What the task requires —
Scan the records below for the word "named". Copy each line where it appears.

Available data —
▬▬▬▬▬▬

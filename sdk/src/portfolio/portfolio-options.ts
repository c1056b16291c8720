import { randomUUID } from "node:crypto";
import type { Settings } from "../client-options.ts";
import { checkCount, checkNumber, LONGEST_TIMEOUT } from "../client-options.ts";
import type { Climate } from "../generated/schema.ts";
import { checkRequestId } from "../transport.ts";
import type { PortfolioDefaultsRequest } from "./portfolio-lines.ts";

/** How far a portfolio is. */
export interface PortfolioProgress {
  /** Sites taken from the caller's sequence. */
  readonly taken: number;
  /** Sites handed to the caller with results. */
  readonly answered: number;
  /** Sites handed to the caller with a problem. */
  readonly refused: number;
  /** Requests sent, those sent again included. */
  readonly requests: number;
}

/** How a portfolio is sent. */
export interface PortfolioOptions {
  /** What the sites share: candidates, baseline, and whatever a site leaves out. Sent with every request. */
  readonly defaults?: PortfolioDefaultsRequest;
  /** Climates by the names that sites give (`{ kind: "named", name }`). A request carries those that its sites name. */
  readonly climates?: Readonly<Record<string, Climate>>;
  /** Requests under way at once, 1 to 64. Default 4. */
  readonly concurrency?: number;
  /** The most sites a request holds, 1 to 64. Default 64. */
  readonly batchSites?: number;
  /** Up to what size a request is filled, bytes; one site alone may be larger. Default 8 MiB. */
  readonly batchBytes?: number;
  /** Called as each site is handed to the caller, before the loop's body. What it throws, the loop throws. */
  readonly onProgress?: (progress: PortfolioProgress) => void;
  /** Ends the portfolio with an AbortedError when it fires. */
  readonly signal?: AbortSignal;
  /**
   * The longest silence of a request, ms; then what it left open is sent again, in smaller requests. The service is never
   * silent for more than 15 s, but a proxy that holds answers back may be. Default: the client's `timeout`.
   */
  readonly timeout?: number;
  /** How often in a row a request may fail without a site being answered. Default: the client's `retry.attempts`. */
  readonly attempts?: number;
  /**
   * What the requests' ids begin with, `^[A-Za-z0-9._-]{1,54}$`; the n-th batch sends `<requestId>.<n>`. Default: a
   * random UUID.
   */
  readonly requestId?: string;
}

/** The options with every default filled in, checked. */
export interface PortfolioSettings {
  readonly defaults: PortfolioDefaultsRequest | undefined;
  readonly climates: Readonly<Record<string, Climate>>;
  readonly concurrency: number;
  readonly batchSites: number;
  readonly batchBytes: number;
  readonly onProgress: (progress: PortfolioProgress) => void;
  readonly signal: AbortSignal | undefined;
  readonly timeout: number;
  readonly attempts: number;
  readonly requestId: string;
}

const MOST_SITES = 64;
const MEBIBYTE = 1024 * 1024;
/** What is left of the 64 characters of an id for the dot and the batch's number. */
const SUFFIX = "0123456789";

/** Fills in the defaults. Throws TypeError or RangeError, naming the option, for one that cannot be used. */
export function resolvePortfolio(options: PortfolioOptions, client: Settings): PortfolioSettings {
  const { defaults, climates = {}, onProgress = () => {}, signal, requestId = randomUUID() } = options;
  checkRequestId(`${requestId}${requestId === "" ? "" : SUFFIX}`);
  return {
    defaults,
    climates,
    concurrency: checkCount("concurrency", options.concurrency ?? 4, 64),
    batchSites: checkCount("batchSites", options.batchSites ?? MOST_SITES, MOST_SITES),
    batchBytes: checkCount("batchBytes", options.batchBytes ?? 8 * MEBIBYTE, 64 * MEBIBYTE),
    onProgress,
    signal,
    timeout: checkNumber("timeout", options.timeout ?? client.timeout, [1, LONGEST_TIMEOUT]),
    attempts: checkCount("attempts", options.attempts ?? client.retry.attempts, 100),
    requestId,
  };
}
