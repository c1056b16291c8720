import { ConnectionError } from "../errors/connection-error.ts";
import type { CallContext } from "../errors/kneegap-error.ts";
import { ProtocolError } from "../errors/protocol-error.ts";
import type { PortfolioOutputLine, PortfolioResult, PortfolioSiteProblem, Problem } from "../generated/schema.ts";
import { problemError } from "../read-answer.ts";
import { isRetriable } from "../retry.ts";
import type { OpenSite } from "./batch-source.ts";
import type { ComposedLine } from "./compose-request.ts";
import type { PortfolioRefusal } from "./portfolio-lines.ts";

/** Who hears of the lines of an answer. */
export interface AnswerListener {
  /** Called once for each site. */
  readonly onAnswer: (line: PortfolioResult | PortfolioRefusal, context: CallContext) => void;
  /** Called with the version of the service at the end of a whole answer. */
  readonly onVersion: (version: string) => void;
}

/** Takes the lines of one answer, and the sites that they answer out of those that are open. */
export class AnswerReader {
  readonly #lines: readonly ComposedLine[];
  readonly #open: Map<string, OpenSite>;
  readonly #listener: AnswerListener;
  readonly #climateProblems = new Map<string, Problem>();
  #complete = false;
  /** The problem of a site that may well be answered when it is sent again. */
  #postponed: Error | null = null;

  constructor(lines: readonly ComposedLine[], open: Map<string, OpenSite>, listener: AnswerListener) {
    this.#lines = lines;
    this.#open = open;
    this.#listener = listener;
  }

  /**
   * Takes a line; kinds that came with a later version are passed over. Throws the problem of an aborted answer or of
   * refused defaults, and ProtocolError for a site that was not asked for or was answered before.
   */
  take(value: unknown, context: CallContext): void {
    const line = value as PortfolioOutputLine;
    switch (line?.kind) {
      case "result":
        this.#answer(line.id, line, context);
        break;
      case "site-problem":
        this.#refuse(line, context);
        break;
      case "aborted":
        throw errorOfProblem(line.problem, context);
      case "totals":
        this.#complete = true;
        this.#listener.onVersion(line.version);
        break;
      default:
    }
  }

  /**
   * To be called at the end of the answer. Throws ConnectionError when it ended before its totals, the problem of a site
   * that is to be sent again, and ProtocolError for totals that came while a site asked for is still open.
   */
  end(context: CallContext): void {
    if (this.#postponed !== null) throw this.#postponed;
    if (!this.#complete) {
      throw new ConnectionError({ ...context, cause: new Error("the answer ended before its totals") });
    }
    for (const line of this.#lines) {
      if (line.kind !== "site" || !this.#open.has(line.site.id)) continue;
      throw new ProtocolError(`it is complete without the site ${JSON.stringify(line.site.id)}`, null, context);
    }
  }

  #refuse({ id: named, line, problem }: PortfolioSiteProblem, context: CallContext): void {
    const error = errorOfProblem(problem, context);
    const at = this.#lines[line - 1];
    if (named === null && at?.kind === "climate") {
      this.#climateProblems.set(at.name, problem);
      return;
    }
    const id = named ?? (at?.kind === "site" ? at.site.id : null);
    if (id === null) throw error;
    if (isRetriable(error)) {
      this.#postponed = error;
      return;
    }
    const climateProblem = this.#climateProblems.get(this.#open.get(id)?.climate ?? "");
    this.#answer(id, { kind: "site-problem", id, problem, ...(climateProblem && { climateProblem }) }, context);
  }

  #answer(id: string, line: PortfolioResult | PortfolioRefusal, context: CallContext): void {
    if (!this.#open.delete(id)) {
      const reason = `it names the site ${JSON.stringify(id)}, which was not asked for or was answered before`;
      throw new ProtocolError(reason, null, context);
    }
    this.#listener.onAnswer(line, context);
  }
}

function errorOfProblem(problem: Problem | undefined, context: CallContext): Error {
  const status = problem?.status ?? 0;
  const error = problem === undefined ? null : problemError({ status, problem, retryAfter: null }, context);
  return error ?? new ProtocolError("a line of it tells of a problem without a status that is an error", null, context);
}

▬▬▬▬▬▬

Written answer —
  /** Climates by the names that sites give (`{ kind: "named", name }`). A request carries those that its sites name. */
  #refuse({ id: named, line, problem }: PortfolioSiteProblem, context: CallContext): void {
    if (named === null && at?.kind === "climate") {
    const id = named ?? (at?.kind === "site" ? at.site.id : null);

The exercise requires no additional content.